Europe is under mounting economic and geopolitical pressure. Policymakers are seeking to boost the EU’s strategic independence and resilience in response, with the transition to a clean and competitive industrial base at the centre of this effort.

The European Climate Neutrality Observatory’s (ECNO) analysis shows that while progress on Europe’s industrial transition is underway, significant structural challenges remain. The European Commission’s Clean Industrial Deal, launched in early 2025, has the potential to address a number of these barriers.
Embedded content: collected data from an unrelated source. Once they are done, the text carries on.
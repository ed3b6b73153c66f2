#!/usr/bin/env node
/**
 * make-demo-data: build the invented demo scenario in demo-data/.
 *
 * Everything written here is fiction: the "Quillmere Clinical Vocabulary" (QCV), its three
 * releases r1, r2, r3, and the local code list of "Fenwick Hollow General Hospital". The terms
 * were written for this script; no identifier or row comes from a real terminology.
 *
 * How it works: release r1 is parsed from the CONCEPTS table below. r2 is a copy of r1 to which
 * the scripted edits of `buildR2` are applied, and r3 likewise from r2. Each scripted edit
 * records the row it contributes to the expectation table (expected-changes-*.tsv), so the
 * expectations are written once, next to the edit that makes them true. The mapping list and
 * the reviewer's verdicts are written by hand in MAPPINGS.
 *
 * After writing, the files are read back from disk and checked on their own terms (one
 * preferred term per concept and language, term_id stability, that every expected change
 * holds in the data, that concepts not named by any change are unchanged, and so on). The
 * script exits non-zero if any check fails. `--check` only runs the checks.
 *
 * Deterministic: a fixed-seed PRNG, no clock, no environment. Plain Node, no dependencies.
 *   node scripts/make-demo-data.mjs          # rebuild and check
 *   node scripts/make-demo-data.mjs --check  # check the committed files
 */
import { mkdirSync, readFileSync, writeFileSync } from 'node:fs';
import { dirname, join } from 'node:path';
import { fileURLToPath } from 'node:url';

const OUT = join(dirname(fileURLToPath(import.meta.url)), '..', 'demo-data');

// ---------------------------------------------------------------------------------------------
// Identifiers
// ---------------------------------------------------------------------------------------------

/** Check-letter alphabet: 23 capitals, without I, O and Q (easily misread). */
const CHECK_ALPHABET = 'ABCDEFGHJKLMNPRSTUVWXYZ';

/**
 * Check letter over a digit string: weights n+1 … 2 from the left, sum mod 23. Because 23 is a
 * prime larger than any digit difference times weight difference here, every single-digit
 * error and every swap of two different adjacent digits changes the letter.
 */
function checkLetter(digits) {
  let sum = 0;
  for (let i = 0; i < digits.length; i++) sum += Number(digits[i]) * (digits.length - i + 1);
  return CHECK_ALPHABET[sum % 23];
}
const conceptIdOf = (n) => { const d = String(n).padStart(5, '0'); return `QV${d}${checkLetter(d)}`; };
const termIdOf = (n) => { const d = String(n).padStart(6, '0'); return `QT${d}${checkLetter(d)}`; };
const CONCEPT_ID_RE = /^QV(\d{5})([A-Z])$/;
const TERM_ID_RE = /^QT(\d{6})([A-Z])$/;
const validId = (id, re) => { const m = re.exec(id); return !!m && checkLetter(m[1]) === m[2]; };

/** mulberry32: small, well-known 32-bit PRNG; fixed seeds keep the output stable. */
function prng(seed) {
  let a = seed >>> 0;
  return () => {
    a = (a + 0x6d2b79f5) >>> 0;
    let t = a;
    t = Math.imul(t ^ (t >>> 15), t | 1);
    t ^= t + Math.imul(t ^ (t >>> 7), t | 61);
    return ((t ^ (t >>> 14)) >>> 0) / 4294967296;
  };
}
/** FNV-1a 32-bit hash of a string (used to give each local code its own usage figure). */
function fnv1a(s) {
  let h = 0x811c9dc5;
  for (let i = 0; i < s.length; i++) { h ^= s.charCodeAt(i); h = Math.imul(h, 0x01000193) >>> 0; }
  return h >>> 0;
}

/** Number allocators: one per release for concepts and one for terms, with irregular gaps. */
function allocator(start, seed, maxGap) {
  const rnd = prng(seed);
  let next = start;
  return () => { const n = next; next += 1 + Math.floor(rnd() * maxGap); return n; };
}

// ---------------------------------------------------------------------------------------------
// Release r1: the vocabulary. One line per concept:
//   key | category code | parent keys (comma-separated, - for a root) | preferred; synonym; ...
// Category codes: D disorder, F finding, P procedure, L lab test, S substance,
// B body structure, O organism.
// ---------------------------------------------------------------------------------------------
Main insights and recommendations:

  1. There is progress towards a clean and competitive industry in Europe. However, the results show that the transition still faces major weaknesses, including insufficient demand for clean products and materials, gaps in infrastructure development, limited financing, and difficulties in diversifying the supply of critical raw materials.
  2. The Clean Industrial Deal has the potential to close important policy gaps: The CID represents the EU’s most comprehensive attempt so far to create the conditions for a competitive clean industrial base in Europe. The analysis shows that its >80 dossiers largely cover the weaknesses identified.
  3. Focus on demand-side policies marks an important shift in EU industrial strategy: The Industrial Accelerator Act (IAA), the Public Procurement Act and the Corporate Fleets initiative aim to create lead markets for clean materials and technologies. Implemented effectively, these policies could provide the reliable demand signals needed to unlock investment in low-carbon production and to scale new industrial value chains in Europe.
  4. A robust ETS carbon price remains the foundation of Europe’s clean industrial transition: The EU Emissions Trading System (ETS) is the central economic signal underpinning the entire EU climate and industrial policy framework. It helps narrow the cost gap between fossil-based and low-carbon production and provides financing for industrial decarbonisation projects.
  5. Fair transition financing is still missing from the package: Positive trends in job creation and employment rates highlight the potential of the clean transition to generate new economic opportunities across Europe. To sustain this momentum, long-term financing beyond the Recovery and Resilience Facility and the Just Transition Fund will be needed. Successor instruments within future cohesion policy frameworks should support regions in harnessing the opportunities through economic diversification and reskilling.
  6. An economic and security imperative to safeguard the long-term industrial vision against short-term measures: Short-term political measures – such as lowering carbon costs, weakening climate legislation or focusing primarily on deregulation – could weaken Europe’s industrial base over the long-term. Accelerating electrification and renewable energy deployment, while moving away from imported fossil fuels, is Europe’s long-term strategy to boost industrial competitiveness and economic resilience.
  7. Europe’s clean industrial strategy must continue to look beyond its borders to succeed: European industries rely heavily on exporting industrial products. To sustain competitiveness and ensure it does not transition in isolation, the EU must maintain leadership and forge strategic partnerships for a global clean transition. By staying committed to its vision and policies, the EU can signal reliability, influence international standards, and open opportunities for its clean industrial products abroad.

ECNO aims to help ensure the EU achieves climate neutrality by providing scientifically rigorous analysis of economy-wide progress and an independent check on EU climate policy processes. The ECNO partners besides NewClimate Institute are Ecologic Institute, Climact, Reform Institute, and Institute for Climate Economics (I4CE). It is funded by the European Climate Foundation.